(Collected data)
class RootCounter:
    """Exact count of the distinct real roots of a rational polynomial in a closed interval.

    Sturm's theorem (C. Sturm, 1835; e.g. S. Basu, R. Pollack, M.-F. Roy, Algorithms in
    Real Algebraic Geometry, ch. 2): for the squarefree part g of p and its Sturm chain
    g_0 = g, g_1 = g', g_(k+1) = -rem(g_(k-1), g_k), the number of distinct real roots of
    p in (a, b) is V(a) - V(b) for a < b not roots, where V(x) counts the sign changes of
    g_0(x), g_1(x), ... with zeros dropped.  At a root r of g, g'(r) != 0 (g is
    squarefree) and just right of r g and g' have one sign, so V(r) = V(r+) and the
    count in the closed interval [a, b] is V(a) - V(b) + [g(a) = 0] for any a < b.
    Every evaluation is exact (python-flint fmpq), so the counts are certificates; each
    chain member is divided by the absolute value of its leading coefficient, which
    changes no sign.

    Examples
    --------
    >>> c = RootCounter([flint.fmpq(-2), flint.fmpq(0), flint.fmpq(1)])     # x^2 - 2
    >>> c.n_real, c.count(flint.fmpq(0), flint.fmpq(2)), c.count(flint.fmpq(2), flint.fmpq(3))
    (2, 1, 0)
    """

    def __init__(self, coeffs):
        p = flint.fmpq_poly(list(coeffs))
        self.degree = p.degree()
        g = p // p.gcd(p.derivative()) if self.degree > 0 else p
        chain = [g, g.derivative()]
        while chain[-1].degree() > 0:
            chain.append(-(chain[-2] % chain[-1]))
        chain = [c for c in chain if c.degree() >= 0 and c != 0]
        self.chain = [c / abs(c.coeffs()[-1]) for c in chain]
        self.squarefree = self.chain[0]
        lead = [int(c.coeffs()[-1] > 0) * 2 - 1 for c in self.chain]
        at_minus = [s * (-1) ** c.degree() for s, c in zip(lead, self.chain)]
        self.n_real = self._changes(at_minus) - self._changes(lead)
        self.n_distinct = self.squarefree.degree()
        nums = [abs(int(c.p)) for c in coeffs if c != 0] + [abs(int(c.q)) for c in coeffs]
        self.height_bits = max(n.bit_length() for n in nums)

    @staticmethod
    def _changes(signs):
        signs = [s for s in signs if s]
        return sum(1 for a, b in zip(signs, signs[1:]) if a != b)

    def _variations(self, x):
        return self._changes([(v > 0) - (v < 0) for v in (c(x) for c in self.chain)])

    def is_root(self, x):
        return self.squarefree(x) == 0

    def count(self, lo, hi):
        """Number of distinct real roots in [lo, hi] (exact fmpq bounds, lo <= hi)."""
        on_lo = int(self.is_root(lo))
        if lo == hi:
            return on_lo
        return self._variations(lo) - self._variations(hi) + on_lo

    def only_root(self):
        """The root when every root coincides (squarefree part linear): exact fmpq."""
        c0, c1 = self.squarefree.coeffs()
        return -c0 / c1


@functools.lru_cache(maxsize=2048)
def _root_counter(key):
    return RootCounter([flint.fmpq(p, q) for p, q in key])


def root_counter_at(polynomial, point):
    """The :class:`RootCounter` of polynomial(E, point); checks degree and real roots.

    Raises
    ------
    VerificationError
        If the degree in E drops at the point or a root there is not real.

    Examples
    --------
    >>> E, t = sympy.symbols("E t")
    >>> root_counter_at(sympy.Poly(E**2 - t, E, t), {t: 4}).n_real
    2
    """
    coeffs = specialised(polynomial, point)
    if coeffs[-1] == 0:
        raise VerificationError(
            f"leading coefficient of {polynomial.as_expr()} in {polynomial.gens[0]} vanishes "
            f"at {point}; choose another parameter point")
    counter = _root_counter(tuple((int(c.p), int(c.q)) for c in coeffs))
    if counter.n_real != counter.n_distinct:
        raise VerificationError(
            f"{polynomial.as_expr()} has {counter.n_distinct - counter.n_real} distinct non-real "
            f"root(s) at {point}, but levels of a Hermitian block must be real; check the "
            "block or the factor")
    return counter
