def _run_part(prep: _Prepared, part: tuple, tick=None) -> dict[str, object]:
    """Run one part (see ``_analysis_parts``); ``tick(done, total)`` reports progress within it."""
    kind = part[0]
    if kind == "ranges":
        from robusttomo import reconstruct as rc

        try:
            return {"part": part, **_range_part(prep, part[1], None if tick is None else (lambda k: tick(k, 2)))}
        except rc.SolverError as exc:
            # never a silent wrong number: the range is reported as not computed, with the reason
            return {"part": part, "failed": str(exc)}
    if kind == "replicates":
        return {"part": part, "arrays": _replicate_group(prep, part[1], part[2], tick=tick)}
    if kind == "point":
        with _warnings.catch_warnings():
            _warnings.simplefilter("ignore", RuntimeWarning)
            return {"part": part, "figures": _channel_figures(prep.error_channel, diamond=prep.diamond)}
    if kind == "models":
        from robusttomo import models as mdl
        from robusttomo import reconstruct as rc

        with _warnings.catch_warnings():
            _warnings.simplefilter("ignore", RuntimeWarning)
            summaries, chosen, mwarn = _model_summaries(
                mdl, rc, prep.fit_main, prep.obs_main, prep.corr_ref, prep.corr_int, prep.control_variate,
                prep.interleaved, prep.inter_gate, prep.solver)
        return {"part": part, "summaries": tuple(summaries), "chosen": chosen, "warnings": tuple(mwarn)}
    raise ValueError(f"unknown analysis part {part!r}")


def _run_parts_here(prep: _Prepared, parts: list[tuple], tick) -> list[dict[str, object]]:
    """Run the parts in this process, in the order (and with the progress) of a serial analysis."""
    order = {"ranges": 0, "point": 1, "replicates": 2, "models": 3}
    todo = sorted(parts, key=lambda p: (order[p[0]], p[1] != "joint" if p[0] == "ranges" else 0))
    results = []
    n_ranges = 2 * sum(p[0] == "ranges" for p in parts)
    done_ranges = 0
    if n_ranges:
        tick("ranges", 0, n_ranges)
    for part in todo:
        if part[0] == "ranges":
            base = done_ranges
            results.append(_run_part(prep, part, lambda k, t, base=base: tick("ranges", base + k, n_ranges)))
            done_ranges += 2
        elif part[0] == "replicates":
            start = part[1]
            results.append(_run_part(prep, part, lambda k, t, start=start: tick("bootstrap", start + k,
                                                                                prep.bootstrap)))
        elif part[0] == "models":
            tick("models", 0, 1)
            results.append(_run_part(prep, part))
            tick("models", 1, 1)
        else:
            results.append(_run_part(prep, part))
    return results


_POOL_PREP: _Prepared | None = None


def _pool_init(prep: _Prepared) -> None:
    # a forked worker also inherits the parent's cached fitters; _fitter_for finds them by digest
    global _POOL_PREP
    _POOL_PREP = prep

### THE PROBLEM
Your task is to reproduce all the records above exactly as they appear.

### YOUR RESPONSE
class RootCounter:
    """Exact count of the distinct real roots of a rational polynomial in a closed interval.

    Sturm's theorem (C. Sturm, 1835; e.g. S. Basu, R. Pollack, M.-F. Roy, Algorithms in
    Real Algebraic Geometry, ch. 2): for the squarefree part g of p and its Sturm chain
    g_0 = g, g_1 = g', g_(k+1) = -rem(g_(k-1), g_k), the number of distinct real roots of
    p in (a, b) is V(a) - V(b) for a < b not roots, where V(x) counts the sign changes of
    g_0(x), g_1(x), ... with zeros dropped.  At a root r of g, g'(r) != 0 (g is
    squarefree) and just right of r g and g' have one sign, so V(r) = V(r+) and the
    count in the closed interval [a, b] is V(a) - V(b) + [g(a) = 0] for any a < b.
    Every evaluation is exact (python-flint fmpq), so the counts are certificates; each
    chain member is divided by the absolute value of its leading coefficient, which
    changes no sign.

    Examples
    --------
    >>> c = RootCounter([flint.fmpq(-2), flint.fmpq(0), flint.fmpq(1)])     # x^2 - 2
    >>> c.n_real, c.count(flint.fmpq(0), flint.fmpq(2)), c.count(flint.fmpq(2), flint.fmpq(3))
    (2, 1, 0)
    """

    def __init__(self, coeffs):
        p = flint.fmpq_poly(list(coeffs))
        self.degree = p.degree()
        g = p // p.gcd(p.derivative()) if self.degree > 0 else p
        chain = [g, g.derivative()]
        while chain[-1].degree() > 0:
            chain.append(-(chain[-2] % chain[-1]))
        chain = [c for c in chain if c.degree() >= 0 and c != 0]
        self.chain = [c / abs(c.coeffs()[-1]) for c in chain]
        self.squarefree = self.chain[0]
        lead = [int(c.coeffs()[-1] > 0) * 2 - 1 for c in self.chain]
        at_minus = [s * (-1) ** c.degree() for s, c in zip(lead, self.chain)]
        self.n_real = self._changes(at_minus) - self._changes(lead)
        self.n_distinct = self.squarefree.degree()
        nums = [abs(int(c.p)) for c in coeffs if c != 0] + [abs(int(c.q)) for c in coeffs]
        self.height_bits = max(n.bit_length() for n in nums)

    @staticmethod
    def _changes(signs):
        signs = [s for s in signs if s]
        return sum(1 for a, b in zip(signs, signs[1:]) if a != b)

    def _variations(self, x):
        return self._changes([(v > 0) - (v < 0) for v in (c(x) for c in self.chain)])

    def is_root(self, x):
        return self.squarefree(x) == 0

    def count(self, lo, hi):
        """Number of distinct real roots in [lo, hi] (exact fmpq bounds, lo <= hi)."""
        on_lo = int(self.is_root(lo))
        if lo == hi:
            return on_lo
        return self._variations(lo) - self._variations(hi) + on_lo

    def only_root(self):
        """The root when every root coincides (squarefree part linear): exact fmpq."""
        c0, c1 = self.squarefree.coeffs()
        return -c0 / c1


@functools.lru_cache(maxsize=2048)
def _root_counter(key):
    return RootCounter([flint.fmpq(p, q) for p, q in key])


def root_counter_at(polynomial, point):
    """The :class:`RootCounter` of polynomial(E, point); checks degree and real roots.

    Raises
    ------
    VerificationError
        If the degree in E drops at the point or a root there is not real.

    Examples
    --------
    >>> E, t = sympy.symbols("E t")
    >>> root_counter_at(sympy.Poly(E**2 - t, E, t), {t: 4}).n_real
    2
    """
    coeffs = specialised(polynomial, point)
    if coeffs[-1] == 0:
        raise VerificationError(
            f"leading coefficient of {polynomial.as_expr()} in {polynomial.gens[0]} vanishes "
            f"at {point}; choose another parameter point")
    counter = _root_counter(tuple((int(c.p), int(c.q)) for c in coeffs))
    if counter.n_real != counter.n_distinct:
        raise VerificationError(
            f"{polynomial.as_expr()} has {counter.n_distinct - counter.n_real} distinct non-real "
            f"root(s) at {point}, but levels of a Hermitian block must be real; check the "
            "block or the factor")
    return counter
def _run_part(prep: _Prepared, part: tuple, tick=None) -> dict[str, object]:
    """Run one part (see ``_analysis_parts``); ``tick(done, total)`` reports progress within it."""
    kind = part[0]
    if kind == "ranges":
        from robusttomo import reconstruct as rc

        try:
            return {"part": part, **_range_part(prep, part[1], None if tick is None else (lambda k: tick(k, 2)))}
        except rc.SolverError as exc:
            # never a silent wrong number: the range is reported as not computed, with the reason
            return {"part": part, "failed": str(exc)}
    if kind == "replicates":
        return {"part": part, "arrays": _replicate_group(prep, part[1], part[2], tick=tick)}
    if kind == "point":
        with _warnings.catch_warnings():
            _warnings.simplefilter("ignore", RuntimeWarning)
            return {"part": part, "figures": _channel_figures(prep.error_channel, diamond=prep.diamond)}
    if kind == "models":
        from robusttomo import models as mdl
        from robusttomo import reconstruct as rc

        with _warnings.catch_warnings():
            _warnings.simplefilter("ignore", RuntimeWarning)
            summaries, chosen, mwarn = _model_summaries(
                mdl, rc, prep.fit_main, prep.obs_main, prep.corr_ref, prep.corr_int, prep.control_variate,
                prep.interleaved, prep.inter_gate, prep.solver)
        return {"part": part, "summaries": tuple(summaries), "chosen": chosen, "warnings": tuple(mwarn)}
    raise ValueError(f"unknown analysis part {part!r}")


def _run_parts_here(prep: _Prepared, parts: list[tuple], tick) -> list[dict[str, object]]:
    """Run the parts in this process, in the order (and with the progress) of a serial analysis."""
    order = {"ranges": 0, "point": 1, "replicates": 2, "models": 3}
    todo = sorted(parts, key=lambda p: (order[p[0]], p[1] != "joint" if p[0] == "ranges" else 0))
    results = []
    n_ranges = 2 * sum(p[0] == "ranges" for p in parts)
    done_ranges = 0
    if n_ranges:
        tick("ranges", 0, n_ranges)
    for part in todo:
        if part[0] == "ranges":
            base = done_ranges
            results.append(_run_part(prep, part, lambda k, t, base=base: tick("ranges", base + k, n_ranges)))
            done_ranges += 2
        elif part[0] == "replicates":
            start = part[1]
            results.append(_run_part(prep, part, lambda k, t, start=start: tick("bootstrap", start + k,
                                                                                prep.bootstrap)))
        elif part[0] == "models":
            tick("models", 0, 1)
            results.append(_run_part(prep, part))
            tick("models", 1, 1)
        else:
            results.append(_run_part(prep, part))
    return results


_POOL_PREP: _Prepared | None = None


def _pool_init(prep: _Prepared) -> None:
    # a forked worker also inherits the parent's cached fitters; _fitter_for finds them by digest
    global _POOL_PREP
    _POOL_PREP = prep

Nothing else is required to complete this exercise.